Exercise directions:
Beginning with the first entry, set down each one exactly as shown.
⟨
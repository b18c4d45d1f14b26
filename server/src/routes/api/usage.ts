/** Usage and the activity log (docs/console-api.md "Usage, plan, activity"); plan and billing are in billing.ts. */
import { z } from 'zod';
import type { AppContext } from '../../context.ts';
import { HttpError } from '../../http/problem.ts';
import { orgAuth } from '../../http/roles.ts';
import { parseQuery } from '../../http/validate.ts';
import { listActivity } from '../../services/audit.ts';
import { getQuotaService } from '../../services/quota.ts';
import { getUsageRecorder, utcDay } from '../../services/usage.ts';
import type { UsageReport as UsageAnswer } from '@nadirline/shared/contract';
import { ApiRoutes } from './routes.ts';

/** Longest usage window one request may ask for, in days. */
export const USAGE_MAX_DAYS = 366;
/** Default usage window: the last 30 UTC days, today included. */
export const USAGE_DEFAULT_DAYS = 30;

const day = z.string().regex(/^\d{4}-\d{2}-\d{2}$/, { message: 'Use a UTC day like 2025-03-14.' }).refine((d) => !Number.isNaN(Date.parse(`${d}T00:00:00Z`)) && utcDay(Date.parse(`${d}T00:00:00Z`)) === d, { message: 'Not a calendar day.' });
const UsageQuery = z.object({ from: day.optional(), to: day.optional() });
const ActivityQuery = z.object({
  before: z.coerce.number().int().positive().optional(),
  limit: z.coerce.number().int().min(1).max(200).default(50),
});

function range(q: z.infer<typeof UsageQuery>): { from: string; to: string } {
  const to = q.to ?? utcDay(Date.now());
  const from = q.from ?? utcDay(Date.parse(`${to}T00:00:00Z`) - (USAGE_DEFAULT_DAYS - 1) * 86_400_000);
  if (from > to) throw new HttpError('validation-failed', '`from` is after `to`.', { errors: [{ where: 'from', field: 'from', message: 'after to' }] });
  const days = (Date.parse(`${to}T00:00:00Z`) - Date.parse(`${from}T00:00:00Z`)) / 86_400_000 + 1;
  if (days > USAGE_MAX_DAYS) {
    throw new HttpError('validation-failed', `Ask for at most ${USAGE_MAX_DAYS} days at once (this asks for ${days}).`, { errors: [{ where: 'from', field: 'from', message: `at most ${USAGE_MAX_DAYS} days` }] });
  }
  return { from, to };
}

export function usageRoutes(ctx: AppContext): ApiRoutes {
  const r = new ApiRoutes();
  const usage = getUsageRecorder(ctx);
  const quota = getQuotaService(ctx);

  r.get('/orgs/:org/usage', 'usage.read', async (req, res) => {
    const orgId = orgAuth(res).organization.id;
    const window = range(parseQuery(UsageQuery, req));
    const [report, status] = await Promise.all([usage.report(orgId, window), quota.status(orgId)]);
    const answer: UsageAnswer = { from: window.from, to: window.to, ...report, quota: status };
    res.json(answer);
  });

  r.get('/orgs/:org/usage.csv', 'usage.read', async (req, res) => {
    const orgId = orgAuth(res).organization.id;
    const window = range(parseQuery(UsageQuery, req));
    const csv = await usage.csv(orgId, window);
    res.attachment(`nadirline-usage-${window.from}-to-${window.to}.csv`);
    res.type('text/csv; charset=utf-8');
    res.send(csv);
  });

  r.get('/orgs/:org/activity', 'activity.read', async (req, res) => {
    const q = parseQuery(ActivityQuery, req);
    const events = await listActivity(ctx, orgAuth(res).organization.id, { before: q.before, limit: q.limit });
    res.json({ events });
  });

  return r;
}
⟩
Task solution:
repository b18c4d45d1f14b26
filename server/src/routes/api/usage.ts
/** Usage and the activity log (docs/console-api.md "Usage, plan, activity"); plan and billing are in billing.ts. */
import { z } from 'zod';
import type { AppContext } from '../../context.ts';
import { HttpError } from '../../http/problem.ts';
import { orgAuth } from '../../http/roles.ts';
import { parseQuery } from '../../http/validate.ts';
import { listActivity } from '../../services/audit.ts';
import { getQuotaService } from '../../services/quota.ts';
import { getUsageRecorder, utcDay } from '../../services/usage.ts';
import type { UsageReport as UsageAnswer } from '@nadirline/shared/contract';
import { ApiRoutes } from './routes.ts';

/** Longest usage window one request may ask for, in days. */
export const USAGE_MAX_DAYS = 366;
/** Default usage window: the last 30 UTC days, today included. */
export const USAGE_DEFAULT_DAYS = 30;

const day = z.string().regex(/^\d{4}-\d{2}-\d{2}$/, { message: 'Use a UTC day like 2025-03-14.' }).refine((d) => !Number.isNaN(Date.parse(`${d}T00:00:00Z`)) && utcDay(Date.parse(`${d}T00:00:00Z`)) === d, { message: 'Not a calendar day.' });
const UsageQuery = z.object({ from: day.optional(), to: day.optional() });
const ActivityQuery = z.object({
  before: z.coerce.number().int().positive().optional(),
  limit: z.coerce.number().int().min(1).max(200).default(50),
});

function range(q: z.infer<typeof UsageQuery>): { from: string; to: string } {
  const to = q.to ?? utcDay(Date.now());
  const from = q.from ?? utcDay(Date.parse(`${to}T00:00:00Z`) - (USAGE_DEFAULT_DAYS - 1) * 86_400_000);
  if (from > to) throw new HttpError('validation-failed', '`from` is after `to`.', { errors: [{ where: 'from', field: 'from', message: 'after to' }] });
  const days = (Date.parse(`${to}T00:00:00Z`) - Date.parse(`${from}T00:00:00Z`)) / 86_400_000 + 1;
  if (days > USAGE_MAX_DAYS) {
    throw new HttpError('validation-failed', `Ask for at most ${USAGE_MAX_DAYS} days at once (this asks for ${days}).`, { errors: [{ where: 'from', field: 'from', message: `at most ${USAGE_MAX_DAYS} days` }] });
  }
  return { from, to };
}

export function usageRoutes(ctx: AppContext): ApiRoutes {
  const r = new ApiRoutes();
  const usage = getUsageRecorder(ctx);
  const quota = getQuotaService(ctx);

  r.get('/orgs/:org/usage', 'usage.read', async (req, res) => {
    const orgId = orgAuth(res).organization.id;
    const window = range(parseQuery(UsageQuery, req));
    const [report, status] = await Promise.all([usage.report(orgId, window), quota.status(orgId)]);
    const answer: UsageAnswer = { from: window.from, to: window.to, ...report, quota: status };
    res.json(answer);
  });

  r.get('/orgs/:org/usage.csv', 'usage.read', async (req, res) => {
    const orgId = orgAuth(res).organization.id;
    const window = range(parseQuery(UsageQuery, req));
    const csv = await usage.csv(orgId, window);
    res.attachment(`nadirline-usage-${window.from}-to-${window.to}.csv`);
    res.type('text/csv; charset=utf-8');
    res.send(csv);
  });

  r.get('/orgs/:org/activity', 'activity.read', async (req, res) => {
    const q = parseQuery(ActivityQuery, req);
    const events = await listActivity(ctx, orgAuth(res).organization.id, { before: q.before, limit: q.limit });
    res.json({ events });
  });

  return r;
}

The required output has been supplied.